To do: Pull out all lines from the listing below in which the word "replace" appears.

********

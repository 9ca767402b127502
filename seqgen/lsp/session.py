"""The language server's state: open documents, the latest analysis of each, which files each analysis read.

No LSP here: documents are keyed by resolved path, and `analyse` is a plain function of a path, its text and
the texts of the other open documents (unsaved buffers win over the files on disk), run by the server on
one worker thread. What is kept warm between checks is the process itself: the loaded modules, pint's
registry, species data and the content-keyed caches of `seqgen.pipeline.clear_shared_caches`, so a check
after a one-character edit costs about one resolve, check and compile of the shot.

A sequence file is checked as `seqgen check FILE` checks it: while typing, a scan's base shot (each scanned
param at its `value:`, as `check --watch` and `show` do) and the scan's expansion findings; on open and save
also its other shots (a scan of at most EVERY_SHOT_LIMIT shots), a finding only they raise named with the
shot's values. A rig file on its own is checked as `seqgen check RIG` does.
"""

from __future__ import annotations

import os
from dataclasses import dataclass, field, replace
from pathlib import Path
from typing import Mapping

from ..findings import sort_findings
from ..load.yamlsrc import Document, LoadError
from ..pipeline import Result, preflight
from ..resolve.sources import Sources, check_rig_document, is_rig_document, load_sources
from ..scan.plan import has_scans, plan_scan, values_text
from ..scan.run import run_scan
from .diagnostics import Diagnostic, mirrored, to_diagnostics


EVERY_SHOT_LIMIT = 16  # on open and save a scan of at most this many shots is checked shot by shot


def display(path: Path) -> str:
    """A file as findings name it: relative to the working folder when inside it (as `seqgen check` does)."""
    try:
        return str(path.resolve().relative_to(Path.cwd().resolve()))
    except (ValueError, RuntimeError, OSError):
        return str(path)


def file_of(name: str) -> Path:
    """The resolved path of a file a finding names (`display` the other way)."""
    p = Path(name)
    try:
        return (p if p.is_absolute() else Path.cwd() / p).resolve()
    except (RuntimeError, OSError):
        return Path(os.path.abspath(p))


@dataclass(frozen=True)
class Analysis:
    """One check of one document: its Result, the files it read besides itself, and its diagnostics by file."""
    path: Path
    version: int
    result: Result
    reads: frozenset  # resolved paths of the use: files and the rig
    diagnostics: Mapping  # resolved path -> tuple of Diagnostic


@dataclass
class OpenDocument:
    path: Path
    uri: str
    text: str
    version: int = 0


@dataclass
class Session:
    """Open documents and what their last checks found; the server owns one."""
    docs: dict = field(default_factory=dict)  # resolved path -> OpenDocument
    analyses: dict = field(default_factory=dict)  # resolved path -> latest Analysis
    results: dict = field(default_factory=dict)  # resolved path -> latest Result that has a shot

    def open(self, path: Path, uri: str, text: str, version: int = 0) -> None:
        self.docs[path] = OpenDocument(path, uri, text, version)

    def change(self, path: Path, text: str, version: int) -> None:
        doc = self.docs.get(path)
        if doc is not None:
            doc.text, doc.version = text, version

    def close(self, path: Path) -> None:
        self.docs.pop(path, None)
        self.analyses.pop(path, None)
        self.results.pop(path, None)

    def texts(self) -> dict:
        """Resolved path -> text of every open document (what the loader reads instead of the file)."""
        return {p: d.text for p, d in self.docs.items()}

    def store(self, analysis: Analysis) -> bool:
        """Keep an analysis unless the document closed or changed since it was taken (False: dropped)."""
        doc = self.docs.get(analysis.path)
        if doc is None or doc.version != analysis.version:
            return False
        self.analyses[analysis.path] = analysis
        if analysis.result.shot is not None or analysis.path not in self.results:
            self.results[analysis.path] = analysis.result
        return True

    def users_of(self, path: Path) -> list:
        """The open documents whose last check read `path` (a sequence using a rig or a `use:` file)."""
        return [p for p, a in self.analyses.items() if path in a.reads and p != path and p in self.docs]

    def diagnostics_for(self, target: Path) -> list:
        """What every open document's last check shows in `target` (each shown once)."""
        seen, out = set(), []
        for a in self.analyses.values():
            for d in a.diagnostics.get(target, ()):
                key = (d.line, d.start, d.code, d.message)
                if key not in seen:
                    seen.add(key)
                    out.append(d)
        return out

    def targets(self) -> set:
        return {t for a in self.analyses.values() for t in a.diagnostics}


def latest_result(session: Session, path: Path) -> Result | None:
    """The Result of the document's latest check that resolved a shot (else its latest check), or None."""
    return session.results.get(path)


def _lines(name: str, texts: Mapping[Path, str], cache: dict) -> list | None:
    if name not in cache:
        p = file_of(name)
        text = texts.get(p)
        if text is None:
            try:
                text = p.read_text(encoding="utf-8")
            except (OSError, UnicodeDecodeError):
                text = None
        cache[name] = text.split("\n") if text is not None else None
    return cache[name]


def _check(path: Path, text: str, texts: Mapping[Path, str], every_shot: bool) -> tuple[Result, Sources | None]:
    name = display(path)
    try:
        src = load_sources(path, text=text, display=name, texts=texts)
    except LoadError as exc:
        return Result(findings=[exc.finding]), None
    if is_rig_document(src.main):  # a rig on its own
        return Result(findings=sort_findings(check_rig_document(src.main)), sources=src), src
    res = preflight(path, sources=src)
    if has_scans(src):  # the base shot above; the scan's expansion findings (and its other shots) here
        scan = plan_scan(path, sources=src)
        extra = list(scan.findings)
        if every_shot and scan.plan is not None and len(scan.plan) <= EVERY_SHOT_LIMIT:
            extra += _other_shots(run_scan(scan, jobs=1), res.findings)
        if extra:
            res = Result(res.shot, res.compiled, sort_findings(list(res.findings) + extra), src)
    return res, src


def _other_shots(scan, base: list) -> list:
    """Findings of the scan's shots at places where the base shot has none of that code, each once, saying
    which shot (its values) raised it."""
    seen = {(f.code, f.file, f.line, f.column) for f in base}
    out = []
    for shot in scan.shots:
        for f in shot.findings:
            key = (f.code, f.file, f.line, f.column)
            if key not in seen:
                seen.add(key)
                values = values_text(scan.plan.names, shot.values)
                out.append(replace(f, message=f"shot {shot.index} ({values}): {f.message}"))
    return out


def _anchors(src: Sources | None, path: Path) -> dict:
    """Display name of each file the sequence reads -> the place of the `rig:` / `use:` key that leads to it."""
    if src is None or not isinstance(src.main.data, dict):
        return {}
    main = src.main
    out = {}
    rig = main.data.get("rig")
    if isinstance(rig, str):
        out[display(path.parent / rig)] = main.pos(("rig",))
    uses = main.data.get("use")
    for i, entry in enumerate(uses if isinstance(uses, list) else ()):
        if isinstance(entry, dict) and isinstance(entry.get("file"), str):
            out[display(path.parent / entry["file"])] = main.pos(("use", i, "file"))
    for _ in range(len(src.used)):  # nested uses lead back through the file that uses them
        for used, _entry, parent, _p in src.used:
            if used.file not in out and parent.file in out:
                out[used.file] = out[parent.file]
    return out


def _names(src: Sources | None) -> dict:
    """Block, param and rig device name -> its place, for the members of a cycle and "both" findings."""
    if src is None:
        return {}
    docs: list[Document] = [src.main] + [d for d, *_ in src.used] + ([src.rig] if src.rig is not None else [])
    out = {}
    for doc in docs:
        data = doc.data if isinstance(doc.data, dict) else {}
        for i, b in enumerate(data.get("blocks") if isinstance(data.get("blocks"), list) else ()):
            if isinstance(b, dict) and isinstance(b.get("name"), str):
                out.setdefault(b["name"], doc.pos(("blocks", i, "name")))
        for key in ("params", "devices"):
            for name in (data.get(key) if isinstance(data.get(key), dict) else {}):
                out.setdefault(str(name), doc.pos((key, name)))
    return out


def analyse(path: Path, text: str, version: int, texts: Mapping[Path, str], every_shot: bool = False) -> Analysis:
    """Check the document `path` as written in `text` (the other open documents' texts in `texts`); a scan's
    base shot, or with `every_shot` each of its shots (up to EVERY_SHOT_LIMIT), as `seqgen check` does."""
    res, src = _check(path, text, texts, every_shot)
    reads = set()
    if src is not None:
        reads |= {file_of(d.file) for d, *_ in src.used}
        if src.rig is not None:
            reads.add(file_of(src.rig.file))
    anchors = _anchors(src, path)
    reads |= {file_of(name) for name in anchors}
    own = display(path)
    cache = {own: text.split("\n")}
    by_file: dict[Path, list[Diagnostic]] = {}
    for d in to_diagnostics(res.findings, lambda name: _lines(name, texts, cache), _names(src)):
        target = path if d.file in (own, "") else file_of(d.file)
        by_file.setdefault(target, []).append(d)
        at = anchors.get(d.file) if target != path else None
        if at is not None:
            by_file.setdefault(path, []).append(mirrored(d, own, at.line, at.column, cache[own]))
    return Analysis(path, version, res, frozenset(reads), {k: tuple(v) for k, v in by_file.items()})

********

Finished task:
from dataclasses import dataclass, field, replace
                out.append(replace(f, message=f"shot {shot.index} ({values}): {f.message}"))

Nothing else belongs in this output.